The use of an additional file in the MI technique made it superior to the other techniques for removing orange-brown precipitate. However, some precipitate remained in all specimens, even when an additional file was used in a circumferential motion while pressing against the root canal walls. Therefore, based on results of the present study, one may conclude that removing precipitate once it is formed in the root canal remains a challenge in root canal therapy. Thus, every precaution should be exercised to avoid precipitate formation during endodontic treatment.

In the present study, the SEM images were similar to those from previous studies, which showed that after successive use of NaOCl and CHX, a precipitate formed, coating the root surfaces and obliterating the dentinal tubules. ^4,7 Akisue et al. ⁷ reported that this flocculate precipitate acted as a “chemical” smear layer that reduced the dentinal permeability. The present study showed that after MI, the chemical smear layer was replaced with debris and smear layer. Future studies should characterize the nature of this “replaced” smear layer and determine whether the precipitate is still present in the dentinal tubules after removal procedures.

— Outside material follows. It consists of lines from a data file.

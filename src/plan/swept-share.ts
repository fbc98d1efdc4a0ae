/**
 * The share of a gate's computational states (with a spectator in |0> or |1> equally) that a
 * crossing passed by a moving qubit can transfer (./gate-budget.ts, swept-crossing term): 1/2 for
 * the mover's 01-01 exchange with its partner and for a defect, 1/4 for a crossing with a
 * spectator or of 11-20 / 11-02 type (a transfer p of one input state costs p/4 of the average
 * fidelity, d = 4). By the crossing's rule, the moving and the met qubit, and the gate's pair.
 */
import type { RuleName } from './rules/catalogue.js';

export function sweptShareOf(rule: RuleName, moving: number, other: number, mover: number, partner: number): number {
  const withPair = other === partner || other === mover;
  switch (rule) {
    case 'cz-swept-01-01':
      return moving === mover && withPair ? 0.5 : 0.25;
    case 'cz-swept-tls':
      return 0.5;
    default:
      return 0.25;
  }
}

Previous studies have recommended using chemicals, including alcohol and ethanol, as an intermediate flush between NaOCl and CHX to reduce precipitate formation. ^2,3 However, the biocompatibility of such solutions with the periapical tissues remains a concern. ³ Therefore, the current study used agitated distilled water because of its biocompatibility ²² and because it enabled observation of only the mechanical effects of the irrigant agitation techniques. However, the results of the present study reflect the challenges associated with removing orange-brown precipitate from the root canal walls by using distilled water agitation.

Conclusions

According to the findings of the present study, no tested technique completely removed the orange-brown precipitate from the root canal walls. However, the MI technique showed better results than the CSI, CB, EA, and PIPS techniques. Further research is warranted to identify techniques and irrigants that can completely remove precipitate from the root canal system.